Task instructions.
Of the lines below, copy those that hold the word "values".
::::::::::
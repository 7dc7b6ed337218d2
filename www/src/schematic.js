/* The circuit diagram: each stage drawn in SVG (NPN and the PNP mirror
 * image), parts named as in the design file and clickable, values updated
 * in place; and the element's diagram methods (values, node voltages). */

import { getPath, own } from "./design.js";
import { sv } from "./dom.js";
import { STAGE_PARTS, schemaReady } from "./schema.js";

/** Draws one stage into an <svg>, parts named as in the design file. */
class Sketch {
  constructor(svg, values, onPick) {
    this.svg = svg;
    this.values = values; // key -> {text, present}
    this.onPick = onPick;
    this.wires = sv("g", { class: "wires" }, svg);
    this.parts = sv("g", { class: "parts" }, svg);
    this.notes = sv("g", { class: "notes" }, svg);
  }

  wire(...pts) {
    sv("polyline", { points: pts.map((p) => p.join(",")).join(" "), class: "wire" }, this.wires);
  }

  dot(x, y) {
    sv("circle", { cx: x, cy: y, r: 3, class: "junction" }, this.wires);
  }

  text(x, y, str, cls, anchor) {
    const t = sv("text", { x, y, class: cls || "note", "text-anchor": anchor || "start" }, this.notes);
    t.textContent = str;
    return t;
  }

  /** A clickable group for part `key` (focuses its input). */
  group(key, desc, cls) {
    const v = this.values[key] || {};
    const g = sv("g", {
      class: "part " + (cls || "") + (v.present ? "" : " absent"),
      "data-part": key,
      tabindex: 0,
      role: "button",
    }, this.parts);
    g.setAttribute("data-desc", desc);
    g.setAttribute("aria-label", partLabel(key, desc, v));
    const title = sv("title", null, g);
    title.textContent = `${key}: ${desc}`;
    return g;
  }

  label(g, key, x, y, side) {
    const v = this.values[key] || {};
    const anchor = side === "left" ? "end" : side === "right" ? "start" : "middle";
    const name = sv("text", { x, y, class: "pname", "text-anchor": anchor }, g);
    name.textContent = key;
    const val = sv("text", { x, y: y + 13, class: "pval", "text-anchor": anchor, "data-val": key }, g);
    val.textContent = v.present ? v.text : "not fitted";
  }

  /** Places a label beside a body of half-width `half` centred at (cx, cy). */
  labelAt(g, key, cx, cy, side, vertical, half) {
    if (vertical) {
      if (side === "left") this.label(g, key, cx - half - 7, cy - 2, "left");
      else this.label(g, key, cx + half + 7, cy - 2, "right");
    } else {
      this.label(g, key, cx, cy - half - 19, "middle");
    }
  }

  resistor(key, desc, x1, y1, x2, y2, side) {
    const g = this.group(key, desc, "resistor");
    const vertical = x1 === x2;
    const cx = (x1 + x2) / 2;
    const cy = (y1 + y2) / 2;
    const L = 17;
    const W = 6;
    if (vertical) {
      sv("line", { x1, y1, x2: x1, y2: cy - L, class: "lead" }, g);
      sv("line", { x1, y1: cy + L, x2, y2, class: "lead" }, g);
      sv("rect", { x: cx - W, y: cy - L, width: 2 * W, height: 2 * L, class: "body" }, g);
      sv("rect", { x: cx - 16, y: cy - L - 4, width: 32, height: 2 * L + 8, class: "hit" }, g);
    } else {
      sv("line", { x1, y1, x2: cx - L, y2: y1, class: "lead" }, g);
      sv("line", { x1: cx + L, y1, x2, y2, class: "lead" }, g);
      sv("rect", { x: cx - L, y: cy - W, width: 2 * L, height: 2 * W, class: "body" }, g);
      sv("rect", { x: cx - L - 4, y: cy - 16, width: 2 * L + 8, height: 32, class: "hit" }, g);
    }
    this.labelAt(g, key, cx, cy, side, vertical, W);
    return g;
  }

  capacitor(key, desc, x1, y1, x2, y2, side) {
    const g = this.group(key, desc, "capacitor");
    const vertical = x1 === x2;
    const cx = (x1 + x2) / 2;
    const cy = (y1 + y2) / 2;
    const G = 4;
    const P = 12;
    if (vertical) {
      sv("line", { x1, y1, x2: x1, y2: cy - G, class: "lead" }, g);
      sv("line", { x1, y1: cy + G, x2, y2, class: "lead" }, g);
      sv("line", { x1: cx - P, y1: cy - G, x2: cx + P, y2: cy - G, class: "plate" }, g);
      sv("line", { x1: cx - P, y1: cy + G, x2: cx + P, y2: cy + G, class: "plate" }, g);
      sv("rect", { x: cx - 16, y: cy - 14, width: 32, height: 28, class: "hit" }, g);
    } else {
      sv("line", { x1, y1, x2: cx - G, y2: y1, class: "lead" }, g);
      sv("line", { x1: cx + G, y1, x2, y2, class: "lead" }, g);
      sv("line", { x1: cx - G, y1: cy - P, x2: cx - G, y2: cy + P, class: "plate" }, g);
      sv("line", { x1: cx + G, y1: cy - P, x2: cx + G, y2: cy + P, class: "plate" }, g);
      sv("rect", { x: cx - 14, y: cy - 16, width: 28, height: 32, class: "hit" }, g);
    }
    this.labelAt(g, key, cx, cy, side, vertical, P);
    return g;
  }

  /** The transistor with its base at (bx, by); returns lead ends. */
  transistor(bx, by, polarity, target) {
    const g = sv("g", { class: "part device", "data-part": target, tabindex: 0, role: "button" }, this.parts);
    g.setAttribute("aria-label", `transistor, ${polarity.toUpperCase()}; edit its data`);
    const title = sv("title", null, g);
    title.textContent = `transistor (${polarity.toUpperCase()})`;
    sv("circle", { cx: bx + 16, cy: by, r: 29, class: "envelope" }, g);
    sv("line", { x1: bx, y1: by - 17, x2: bx, y2: by + 17, class: "bar" }, g);
    sv("line", { x1: bx, y1: by - 7, x2: bx + 30, y2: by - 30, class: "lead" }, g);
    sv("line", { x1: bx, y1: by + 7, x2: bx + 30, y2: by + 30, class: "lead" }, g);
    // Emitter arrow: NPN has its emitter at the bottom, arrow pointing out
    // (away from the base); PNP is drawn the other way up, emitter on top,
    // arrow pointing in (toward the base).
    const pnp = polarity === "pnp";
    const [ax, ay] = pnp ? [bx + 11, by - 15.5] : [bx + 25, by + 26];
    const ux = pnp ? -0.79 : 0.79;
    const uy = 0.61;
    const tip = [ax + ux * 5, ay + uy * 5];
    const back = [ax - ux * 5, ay - uy * 5];
    const p1 = [back[0] - uy * 4.5, back[1] + ux * 4.5];
    const p2 = [back[0] + uy * 4.5, back[1] - ux * 4.5];
    sv("polygon", { points: [tip, p1, p2].map((p) => p.map((n) => n.toFixed(1)).join(",")).join(" "), class: "arrow" }, g);
    sv("rect", { x: bx - 14, y: by - 32, width: 62, height: 64, class: "hit" }, g);
    const t = sv("text", { x: bx + 50, y: by + 4, class: "pname" }, g);
    t.textContent = polarity.toUpperCase();
    if (pnp) return { c: [bx + 30, by + 30], e: [bx + 30, by - 30], b: [bx, by] };
    return { c: [bx + 30, by - 30], e: [bx + 30, by + 30], b: [bx, by] };
  }

  source(x, cy) {
    const g = sv("g", { class: "part source", "data-part": "rs", tabindex: 0, role: "button" }, this.parts);
    g.setAttribute("aria-label", "signal source; edit its resistance rs");
    const title = sv("title", null, g);
    title.textContent = "signal source";
    sv("circle", { cx: x, cy, r: 16, class: "envelope" }, g);
    sv("path", { d: `M${x - 9},${cy} q4.5,-9 9,0 t9,0`, class: "sine" }, g);
    sv("rect", { x: x - 20, y: cy - 20, width: 40, height: 40, class: "hit" }, g);
    const t = sv("text", { x, y: cy + 32, class: "note", "text-anchor": "middle" }, g);
    t.textContent = "source";
  }

  rail(x1, x2, y, text) {
    const g = sv("g", { class: "part rail", "data-part": "supply", tabindex: 0, role: "button" }, this.parts);
    g.setAttribute("aria-label", `supply rail, ${text}; edit`);
    sv("line", { x1, y1: y, x2, y2: y, class: "railline" }, g);
    sv("rect", { x: x1 - 70, y: y - 12, width: x2 - x1 + 76, height: 24, class: "hit" }, g);
    const t = sv("text", { x: x1 - 8, y: y + 4, class: "pname", "text-anchor": "end", "data-rail": "" }, g);
    t.textContent = text;
  }

  ground(x1, x2, y, gx) {
    sv("line", { x1, y1: y, x2, y2: y, class: "railline" }, this.wires);
    sv("line", { x1: gx, y1: y, x2: gx, y2: y + 8, class: "wire" }, this.wires);
    sv("line", { x1: gx - 11, y1: y + 8, x2: gx + 11, y2: y + 8, class: "gnd" }, this.wires);
    sv("line", { x1: gx - 7, y1: y + 12, x2: gx + 7, y2: y + 12, class: "gnd" }, this.wires);
    sv("line", { x1: gx - 3, y1: y + 16, x2: gx + 3, y2: y + 16, class: "gnd" }, this.wires);
  }

  nodeVoltage(id, x, y, anchor) {
    const t = sv("text", { x, y, class: "nodev", "text-anchor": anchor || "start", "data-node": id }, this.notes);
    return t;
  }
}

function partLabel(key, desc, v) {
  return `${key}, ${desc}, ${v.present ? v.text : "not fitted"}; edit`;
}

/** Updates the values shown on a drawn stage without redrawing it. */
function updateStage(svg, values, supplyText) {
  for (const g of svg.querySelectorAll("g.part[data-desc]")) {
    const key = g.getAttribute("data-part");
    const v = values[key] || {};
    g.classList.toggle("absent", !v.present);
    g.setAttribute("aria-label", partLabel(key, g.getAttribute("data-desc"), v));
    const val = g.querySelector("[data-val]");
    const text = v.present ? v.text : "not fitted";
    if (val && val.textContent !== text) val.textContent = text;
  }
  const rail = svg.querySelector("[data-rail]");
  if (rail && rail.textContent !== supplyText) {
    rail.textContent = supplyText;
    rail.parentNode.setAttribute("aria-label", `supply rail, ${supplyText}; edit`);
  }
}

/** Draws the stage; returns the <svg>. `values` maps part keys to
 * {text, present}; `supplyText` labels the rail. */
function drawStage(stage, polarity, values, supplyText) {
  const width = stage === "common-base" ? 600 : 545;
  const svg = sv("svg", { viewBox: `0 0 ${width} 430`, class: "schematic", role: "group" });
  svg.setAttribute("aria-label", `${stage.replace("-", " ")} stage; choose a part to edit it`);
  const k = new Sketch(svg, values);
  const RAIL = 40;
  const BUS = 400;
  const BX = 290;
  const BY = 230;
  const CX = 320;
  if (polarity === "pnp") {
    drawPnpStage(k, stage, supplyText, { RAIL, BUS, BX, BY, CX });
    return svg;
  }
  if (stage === "common-base") {
    k.rail(240, CX, RAIL, supplyText);
    k.resistor("r1", "bias, supply to base", 240, RAIL, 240, BY, "right");
    k.resistor("r2", "bias, base to ground", 240, BY, 240, BUS, "right");
    k.wire([240, BY], [190, BY]);
    k.capacitor("c_base", "base decoupling", 190, BY, 190, BUS, "left");
    k.dot(240, BY);
    k.wire([240, BY], [BX, BY]);
    const q = k.transistor(BX, BY, polarity, "transistor");
    k.wire(q.c, [CX, 160]);
    k.resistor("rc", "collector resistor", CX, RAIL, CX, 160, "right");
    k.dot(CX, 160);
    k.wire([CX, 160], [360, 160]);
    k.capacitor("c_out", "output coupling", 360, 160, 410, 160, "above");
    k.wire([410, 160], [540, 160]);
    k.dot(540, 160);
    k.text(540, 148, "out", "note", "middle");
    k.resistor("rl", "load", 540, 160, 540, BUS, "right");
    k.wire(q.e, [CX, 300]);
    k.dot(CX, 300);
    k.resistor("re", "emitter resistor", CX, 300, CX, BUS, "left");
    k.wire([CX, 300], [350, 300]);
    k.capacitor("c_in", "input coupling", 350, 300, 400, 300, "above");
    k.wire([400, 300], [410, 300]);
    k.resistor("rs", "source resistance", 410, 300, 470, 300, "above");
    k.wire([470, 300], [490, 300], [490, 324]);
    k.source(490, 340);
    k.wire([490, 356], [490, BUS]);
    k.ground(190, 540, BUS, 365);
    k.nodeVoltage("vb", 236, BY - 8, "end");
    k.nodeVoltage("vc", CX - 8, 182, "end");
    k.nodeVoltage("ve", CX - 8, 292, "end");
    return svg;
  }
  // Common emitter and common collector share the input side.
  k.rail(215, CX, RAIL, supplyText);
  k.wire([50, 324], [50, BY], [70, BY]);
  k.source(50, 340);
  k.wire([50, 356], [50, BUS]);
  k.resistor("rs", "source resistance", 70, BY, 140, BY, "above");
  k.wire([140, BY], [150, BY]);
  k.capacitor("c_in", "input coupling", 150, BY, 200, BY, "above");
  k.wire([200, BY], [BX, BY]);
  k.dot(215, BY);
  k.resistor("r1", "bias, supply to base", 215, RAIL, 215, BY, "right");
  k.resistor("r2", "bias, base to ground", 215, BY, 215, BUS, "left");
  const q = k.transistor(BX, BY, polarity, "transistor");
  if (stage === "common-collector") {
    k.resistor("rc", "collector resistor (optional)", CX, RAIL, CX, q.c[1], "right");
    k.wire(q.e, [CX, 300]);
    k.dot(CX, 300);
    k.resistor("re", "emitter resistor", CX, 300, CX, BUS, "left");
    k.wire([CX, 300], [360, 300]);
    k.capacitor("c_out", "output coupling", 360, 300, 410, 300, "above");
    k.wire([410, 300], [480, 300]);
    k.dot(480, 300);
    k.text(480, 288, "out", "note", "middle");
    k.resistor("rl", "load", 480, 300, 480, BUS, "right");
    k.ground(50, 480, BUS, 150);
    k.nodeVoltage("vb", 221, BY + 20, "start");
    k.nodeVoltage("vc", CX - 8, 182, "end");
    k.nodeVoltage("ve", CX - 8, 318, "end");
    return svg;
  }
  k.wire(q.c, [CX, 160]);
  k.resistor("rc", "collector resistor", CX, RAIL, CX, 160, "right");
  k.dot(CX, 160);
  k.wire([CX, 160], [360, 160]);
  k.capacitor("c_out", "output coupling", 360, 160, 410, 160, "above");
  k.wire([410, 160], [480, 160]);
  k.dot(480, 160);
  k.text(480, 148, "out", "note", "middle");
  k.resistor("rl", "load", 480, 160, 480, BUS, "right");
  k.wire(q.e, [CX, 280]);
  k.resistor("re", "emitter resistor, unbypassed", CX, 280, CX, 330, "left");
  k.dot(CX, 330);
  k.resistor("re_bypassed", "emitter resistor, bypassed", CX, 330, CX, BUS, "left");
  k.wire([CX, 330], [385, 330]);
  k.capacitor("c_emitter", "emitter bypass", 385, 330, 385, BUS, "right");
  k.ground(50, 480, BUS, 150);
  k.nodeVoltage("vb", 221, BY + 20, "start");
  k.nodeVoltage("vc", CX - 8, 182, "end");
  k.nodeVoltage("ve", CX + 8, 292);
  return svg;
}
::::::::::
Solution for this exercise.
 * image), parts named as in the design file and clickable, values updated
 * in place; and the element's diagram methods (values, node voltages). */
  constructor(svg, values, onPick) {
    this.values = values; // key -> {text, present}
    const v = this.values[key] || {};
    const v = this.values[key] || {};
/** Updates the values shown on a drawn stage without redrawing it. */
function updateStage(svg, values, supplyText) {
    const v = values[key] || {};
/** Draws the stage; returns the <svg>. `values` maps part keys to
function drawStage(stage, polarity, values, supplyText) {
  const k = new Sketch(svg, values);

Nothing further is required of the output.